A Agência de Inovação da Unicamp (Universidade
Estadual de Campinas), denominada Inova) e que foi criada no segundo
semestre do ano passado, oficializa amanhã, em Campinas,
a assinatura de oito convênios de Transferência de Tecnologia
(TT) com empresas privadas. Os acordos prevêem a exploração
comercial da tecnologia por um período entre 10 e 15 anos
.
Com estes, a Inova alcança em seis meses a
marca de nove convênios "guarda-chuva" assinados,
o que permitirá o licenciamento de 22 patentes para o desenvolvimento
de produtos por empresas privadas. A dúvida inicial sobre
a eficácia do modelo de licenciamento construído pela
Unicamp desaparece definitivamente com os novos contratos.
Com estes números, o desempenho da Unicamp em licenciamentos
é recorde, o que ratifica a avaliação inicial
de que o projeto de criar um mecanismo institucional para ligar
universidade e mercado funcionou. A Inova já tem conversado
com outras universidades sobre o modelo adotado pela instituição.
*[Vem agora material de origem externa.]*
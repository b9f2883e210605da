package org.lodestep.workflow;

import static org.junit.jupiter.api.Assertions.assertEquals;
import static org.junit.jupiter.api.Assertions.assertFalse;
import static org.junit.jupiter.api.Assertions.assertNull;
import static org.junit.jupiter.api.Assertions.assertThrows;
import static org.junit.jupiter.api.Assertions.assertTrue;

import java.nio.file.Files;
import java.nio.file.Path;
import java.util.List;

import org.junit.jupiter.api.Test;
import org.junit.jupiter.api.io.TempDir;
import org.lodestep.capture.LeadPairReading;
import org.lodestep.sample.InputFormatException;
import org.lodestep.wiring.CopperTemperature;
import org.lodestep.wiring.Topology;

class LeadsFromReadingsTest {

    @Test
    void looseReadingsAloneIdentifyAFourLeadMotor() throws Exception {
        LeadsFromReadings.Result r = LeadsFromReadings.run(new LeadsFromReadings.Settings(List.of(), List.of(
                new LeadPairReading("red", "blue", 2.4, 0), new LeadPairReading("green", "black", 2.5, 0),
                new LeadPairReading("red", "green", Double.POSITIVE_INFINITY, 0)), LeadsSettings.DEFAULT),
                Progress.NONE);
        assertEquals(1, r.motors().size());
        assertNull(r.motors().get(0).source());
        assertEquals(Topology.FOUR_LEAD, r.motors().get(0).identification().topology());
        assertFalse(r.hasError());
    }

    @Test
    void aLooseReadingReplacesTheFilesValueOfThatPair(@TempDir Path dir) throws Exception {
        Path f = dir.resolve("m.csv");
        Files.writeString(f, "lead_a,lead_b,resistance_ohm\n1,2,2.4\n3,4,2.4\n1,3,OL\n");
        LeadsFromReadings.Result r = LeadsFromReadings.run(new LeadsFromReadings.Settings(List.of(f),
                List.of(new LeadPairReading("2", "1", 2.6, 0)), LeadsSettings.DEFAULT),
                Progress.NONE);
        // the winding 1-2 reads the loose 2.6 Ω, not the file's 2.4 Ω, whichever way round the pair is written
        assertTrue(r.motors().get(0).identification().windings().stream()
                .anyMatch(w -> w.ends().contains("1") && Math.abs(w.resistanceOhm() - 2.6) < 1e-9),
                r.motors().get(0).identification().windings().toString());
    }

    @Test
    void aFileTemperatureBelowCopperZeroIsRefusedNamingTheFile(@TempDir Path dir) throws Exception {
        Path f = dir.resolve("cold.csv");
        // IEC 60034-1: k = 235 °C for copper, so -240 °C lies below the correction's zero resistance
        Files.writeString(f, "# temperature_c=-240\nlead_a,lead_b,resistance_ohm\n1,2,2.4\n3,4,2.4\n1,3,OL\n");
        InputFormatException e = assertThrows(InputFormatException.class, () -> LeadsFromReadings.run(
                new LeadsFromReadings.Settings(List.of(f), List.of(), new LeadsSettings(Double.NaN, 20,
                        CopperTemperature.Constant.IEC_60034_1, 0.1, 0.3)), Progress.NONE));
        assertTrue(e.getMessage().contains("cold.csv"), e.getMessage());
    }
}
Entras as universidades estão a USP (Universidade de São
Paulo) e as universidades federais de Minas Gerais, Pernambuco e
Rio Grande do Sul.
Uma possibilidade em estudo é o uso
da estrutura da Inova em Campinas para prestação de
serviço. A agência tem cerca de 30 pessoas, mas além
da área de gestão de propriedade intelectual, a Inova
tem ainda áreas de parcerias e parque tecnológico
e incubadora.
Trabalho árduo - Em
um semestre, a Inova viabilizou a transferência à mercado
de um número três vezes maior de patentes do que em
toda a história da Universidade. Foram sete até o
final de 2003, o que gera, segundo expectativa da Funcamp (fundação
responsável pela gestão destas patentes), cerca de
R$ 1 milhão em royalties em dez anos.
Com a nova carteira de licenciamentos, a perspectiva
é outra. Segundo Rosana Ceron di Giorgio, diretora de propriedade
intelectual da Inova, a expectativa é que a partir do quinto
ano, as receitas oriundas de royalties gerados a partir destes acordos
chegarão a R$ 14 milhões por ano.
Ao final de cinco anos, a Unicamp quer chegar
a uma carteira com 100 licenciamentos, o que elevaria a instituição
ao patamar de grandes universidades no mundo. Ainda neste ano, a
Inova acredita que possa fechar mais sete convênios.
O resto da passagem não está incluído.